_Activity_. Please print the entries below exactly, from the line with "windowStart: number;" through the line with "const drift = (co", including both of those lines and leaving out all others.

── Data records

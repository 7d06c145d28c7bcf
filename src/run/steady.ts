import type { Design } from '../design/types.js';
import type { Corner } from '../corners/types.js';
import type { SimEngine, SimFailure, Attempt } from '../engine/types.js';
import type { DeckSeed, StepProfile } from '../netlist/types.js';
import type { SimMetrics, Waveforms } from '../measure/types.js';
import { buildDeck, STEP_PROFILES } from '../netlist/deck.js';
import { runWithRetries, addRshunt, switchIntegrationMethod, type RetryRung } from '../engine/retry.js';
import { finalState, toWaveforms } from '../netlist/waveforms.js';
import { makeSpan, measure, spanAverage, valueAt, locate } from '../measure/index.js';

/**
 * Retry ladder for convergence failures (they fail within milliseconds, so retrying is cheap):
 * a stronger shunt conductance, the other integration method, then a zero-state start.
 */
export const RETRY_RUNGS: readonly RetryRung[] = [
  { label: 'rshunt=1e7', transform: (d) => addRshunt(d, 1e7) },
  { label: 'other integration method', transform: switchIntegrationMethod },
  { label: 'zero-state start', transform: (d) => d.replace(/ ic=[^ \n]+/g, ' ic=0') },
];

/** Settling windows: each run simulates two windows of this many whole cycles. */
export const WINDOW_CYCLES = 10;

export interface SteadyOptions {
  /** Relative settle tolerance (design.simulation.settleTolerance). */
  tolerance: number;
  /** Cycle cap for this operating point. */
  maxCycles: number;
  /** Per-run wall-clock limit, ms; default from the cycle count. */
  timeoutMs?: number;
  signal?: AbortSignal;
  profile?: StepProfile;
}

export interface SteadyResult {
  fs: number;
  ok: boolean;
  failure?: SimFailure & { detail?: string };
  settled: boolean;
  /** Larger of the window-to-window change and the charge-balance drift estimate (both relative). */
  settleError: number;
  cycles: number;
  runs: number;
  metrics?: SimMetrics;
  waveforms?: Waveforms;
  /** Start of the measurement window, s (the last WINDOW_CYCLES cycles of the final run). */
  windowStart: number;
  state?: DeckSeed;
  attempts: Attempt[];
}

/**
 * Settling error of one run with two windows: |avg2 - avg1| / avg2, and the drift that the output
 * capacitor's charge balance shows over the last window, Co dVco/dt / Io. For a first-order drift
 * towards steady state the remaining error is at most the latter (the output time constant cannot
 * exceed RL Co), so a slow exponential cannot pass as settled just because two windows look alike.
 */
export function settleError(w: Waveforms, vco: Float64Array, t0: number, period: number, cycles: number, co: number, load: number): number {
  const t1 = t0 + cycles * period;
  const t2 = t1 + cycles * period;
  // ngspice starts a UIC run's data one tiny step after 0: clamp the first window to the data.
  const a1 = spanAverage(makeSpan(w.t, Math.max(t0, w.t[0]!), t1), w.vout);
  const a2 = spanAverage(makeSpan(w.t, t1, t2), w.vout);
  const dv = valueAt(vco, locate(w.t, t2)) - valueAt(vco, locate(w.t, t1));
  const drift = (co * dv) / (t2 - t1) / (a2 / load);
  return Math.max(Math.abs(a2 - a1) / Math.abs(a2), Math.abs(drift));
}

/**
 * Simulate one operating point until it is verified to be in steady state: each run covers two
 * windows of WINDOW_CYCLES cycles; a run that has not settled is continued from its final state,
 * until the settle error is below tolerance or the cycle cap is reached ("not settled").
 */
export async function simulateSteady(engine: SimEngine, design: Design, corner: Corner, fs: number,
  seed: DeckSeed, opts: SteadyOptions): Promise<SteadyResult> {
  const K = WINDOW_CYCLES;
  const period = 1 / fs;
  const profile = opts.profile ?? STEP_PROFILES[design.simulation.accuracy];
  const attempts: Attempt[] = [];
  let state = seed;
  let cycles = 0;
  let runs = 0;
  let last: Omit<SteadyResult, 'cycles' | 'runs' | 'attempts' | 'fs'> | undefined;
  while (cycles + 2 * K <= Math.max(opts.maxCycles, 2 * K)) {
    const deck = buildDeck({ design, corner, fs, seed: state, cycles: 2 * K, saveCycles: 2 * K, profile });
    const timeoutMs = opts.timeoutMs ?? Math.max(30_000, 2 * K * 100 * (profile.stepsPerPeriod / 350));
    const res = await runWithRetries(engine, { id: corner.id, deck: deck.text, timeoutMs, signal: opts.signal }, RETRY_RUNGS);
    runs++;
    cycles += 2 * K;
    attempts.push(...res.attempts);
    if (!res.ok) {
      const detail = res.diagnostics.filter((d) => d.level === 'error').map((d) => d.text).slice(-5).join('\n');
      return { fs, ok: false, failure: { ...res.failure!, detail }, settled: false, settleError: NaN, cycles, runs, windowStart: 0, attempts };
    }
    const w = toWaveforms(design, corner, fs, res.vectors);
    const err = settleError(w, res.vectors['v(co)']!, deck.tstart, period, K, design.output.capacitance, corner.load);
    state = finalState(w, res.vectors);
    last = { ok: true, settled: err <= opts.tolerance, settleError: err, waveforms: w, windowStart: deck.tstart + K * period, state };
    if (last.settled) break;
  }
  if (!last) return { fs, ok: false, failure: { kind: 'input', message: 'cycle cap below one run' }, settled: false, settleError: NaN, cycles, runs, windowStart: 0, attempts };
  const metrics = measure(last.waveforms!, { tStart: last.windowStart, cycles: K }, { zvsThreshold: design.simulation.zvsThreshold });
  return { fs, ...last, metrics, cycles, runs, attempts };
}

────

_Solution for this task_.
  windowStart: number;
  state?: DeckSeed;
  attempts: Attempt[];
}

/**
 * Settling error of one run with two windows: |avg2 - avg1| / avg2, and the drift that the output
 * capacitor's charge balance shows over the last window, Co dVco/dt / Io. For a first-order drift
 * towards steady state the remaining error is at most the latter (the output time constant cannot
 * exceed RL Co), so a slow exponential cannot pass as settled just because two windows look alike.
 */
export function settleError(w: Waveforms, vco: Float64Array, t0: number, period: number, cycles: number, co: number, load: number): number {
  const t1 = t0 + cycles * period;
  const t2 = t1 + cycles * period;
  // ngspice starts a UIC run's data one tiny step after 0: clamp the first window to the data.
  const a1 = spanAverage(makeSpan(w.t, Math.max(t0, w.t[0]!), t1), w.vout);
  const a2 = spanAverage(makeSpan(w.t, t1, t2), w.vout);
  const dv = valueAt(vco, locate(w.t, t2)) - valueAt(vco, locate(w.t, t1));
  const drift = (co * dv) / (t2 - t1) / (a2 / load);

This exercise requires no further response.